Stored data entries:
--
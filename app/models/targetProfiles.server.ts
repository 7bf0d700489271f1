import { decodePng, EffectError, ExportOptionError, resolveExportOptions, type Effect, type ExportOptionsInput } from "@skewsmith/core";
import { and, asc, count, eq, inArray, isNull, sql } from "drizzle-orm";
import type { z } from "zod";
import { preparedOnce, type Tx } from "../db/client.server.ts";
import {
  effectProfileChanges,
  effects,
  projects,
  sprites,
  targetProfiles,
  type EffectRow,
  type ProfileFieldChange,
  type TargetProfile,
} from "../db/schema.ts";
import { newEffectDocument, targetProfileInput, type TargetProfileInput } from "../effects/settings.ts";
import { exportDefaultsForProfile } from "../exports/defaults.ts";
import { fieldErrors, NAME_MAX } from "../forms.ts";
import { applyProfileToDocument, exportChanges, settingsChanges } from "../profiles/apply.ts";
import { starterProfile } from "../profiles/starters.ts";
import { SPRITE_COLOURS, spriteColours } from "../sprites/colours.ts";
import { recordActivity } from "./activity.server.ts";
import { validDocument } from "./effects.server.ts";
import { DomainError, isUniqueViolation } from "./errors.ts";

/** A target profile as a caller gives it (form values or plain data): anything, field by field, until checkProfileInput has checked it. */
export type ProfileInput = Partial<Record<keyof z.input<typeof targetProfileInput>, unknown>>;

const DOCUMENT_TO_FIELD: Record<string, string> = {
  "canvas.width": "canvasWidth",
  "canvas.height": "canvasHeight",
  "fixedPoint.bits": "fixedPointBits",
  "fixedPoint.fraction": "fixedPointFraction",
  rounding: "rounding",
  halfTurn: "halfTurn",
  edges: "edges",
  columnGroup: "columnGroup",
};

const FIELD_LABEL: Record<string, string> = {
  canvasWidth: "Canvas width",
  canvasHeight: "Canvas height",
  fixedPointBits: "Bits",
  fixedPointFraction: "Fraction bits",
  columnGroup: "Column group",
  dialects: "Export dialects",
  labelPrefix: "Label prefix",
  sign: "Sign",
  registerBits: "Register width",
  element: "Element type",
  split: "Split",
  half: "Half tables",
  dedupe: "Dedupe",
};

/** Core's export option names, as the profile form names them. */
const EXPORT_TO_FIELD: Record<string, string> = { outputs: "dialects", label: "labelPrefix" };

/**
 * Checks a target profile: the field rules (names, ranges), then core: the settings must make a valid effect
 * (parseEffect) and the export settings must pass resolveExportOptions. Throws a DomainError naming the form field.
 */
export function checkProfileInput(input: unknown): TargetProfileInput {
  const parsed = targetProfileInput.safeParse(input);
  if (!parsed.success) {
    const [path, message] = Object.entries(fieldErrors(parsed.error))[0];
    // The form's field: "exportOptions.sign" is the form's "sign", "dialects.2" its "dialects".
    const [head, next] = path.split(".");
    throw new DomainError(message, { field: head === "exportOptions" && next ? next : head });
  }
  const settings = parsed.data;
  try {
    newEffectDocument(settings);
  } catch (error) {
    if (error instanceof EffectError) {
      // Name the form field behind the first document field core refused.
      const issue = error.issues[0];
      const field = DOCUMENT_TO_FIELD[issue.path];
      throw new DomainError(`${(field && FIELD_LABEL[field]) ?? issue.path}: ${issue.message}`, { field });
    }
    throw error;
  }
  try {
    resolveExportOptions({
      ...(settings.exportOptions as ExportOptionsInput),
      ...(settings.dialects.length ? { outputs: settings.dialects } : {}),
      ...(settings.labelPrefix ? { label: settings.labelPrefix } : {}),
    });
  } catch (error) {
    if (error instanceof ExportOptionError) {
      const field = Object.hasOwn(EXPORT_TO_FIELD, error.field) ? EXPORT_TO_FIELD[error.field] : error.field;
      throw new DomainError(`${FIELD_LABEL[field] ?? field}: ${error.message}`, { field });
    }
    throw error;
  }
  return settings;
}

function nameTaken(name: string) {
  return new DomainError(`The team already has a target profile called “${name}”. Choose another name.`, { field: "name", status: 409 });
}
--
#### WORK REQUIRED
Using the data above, print exactly the lines from the line that contains "const parsed = targetProfileInput.safeParse(input);" through the line that contains "const field = Object.hasOwn(EXPORT_TO_FIELD, error.field)", with both included.

#### TASK RESPONSE
  const parsed = targetProfileInput.safeParse(input);
  if (!parsed.success) {
    const [path, message] = Object.entries(fieldErrors(parsed.error))[0];
    // The form's field: "exportOptions.sign" is the form's "sign", "dialects.2" its "dialects".
    const [head, next] = path.split(".");
    throw new DomainError(message, { field: head === "exportOptions" && next ? next : head });
  }
  const settings = parsed.data;
  try {
    newEffectDocument(settings);
  } catch (error) {
    if (error instanceof EffectError) {
      // Name the form field behind the first document field core refused.
      const issue = error.issues[0];
      const field = DOCUMENT_TO_FIELD[issue.path];
      throw new DomainError(`${(field && FIELD_LABEL[field]) ?? issue.path}: ${issue.message}`, { field });
    }
    throw error;
  }
  try {
    resolveExportOptions({
      ...(settings.exportOptions as ExportOptionsInput),
      ...(settings.dialects.length ? { outputs: settings.dialects } : {}),
      ...(settings.labelPrefix ? { label: settings.labelPrefix } : {}),
    });
  } catch (error) {
    if (error instanceof ExportOptionError) {
      const field = Object.hasOwn(EXPORT_TO_FIELD, error.field) ? EXPORT_TO_FIELD[error.field] : error.field;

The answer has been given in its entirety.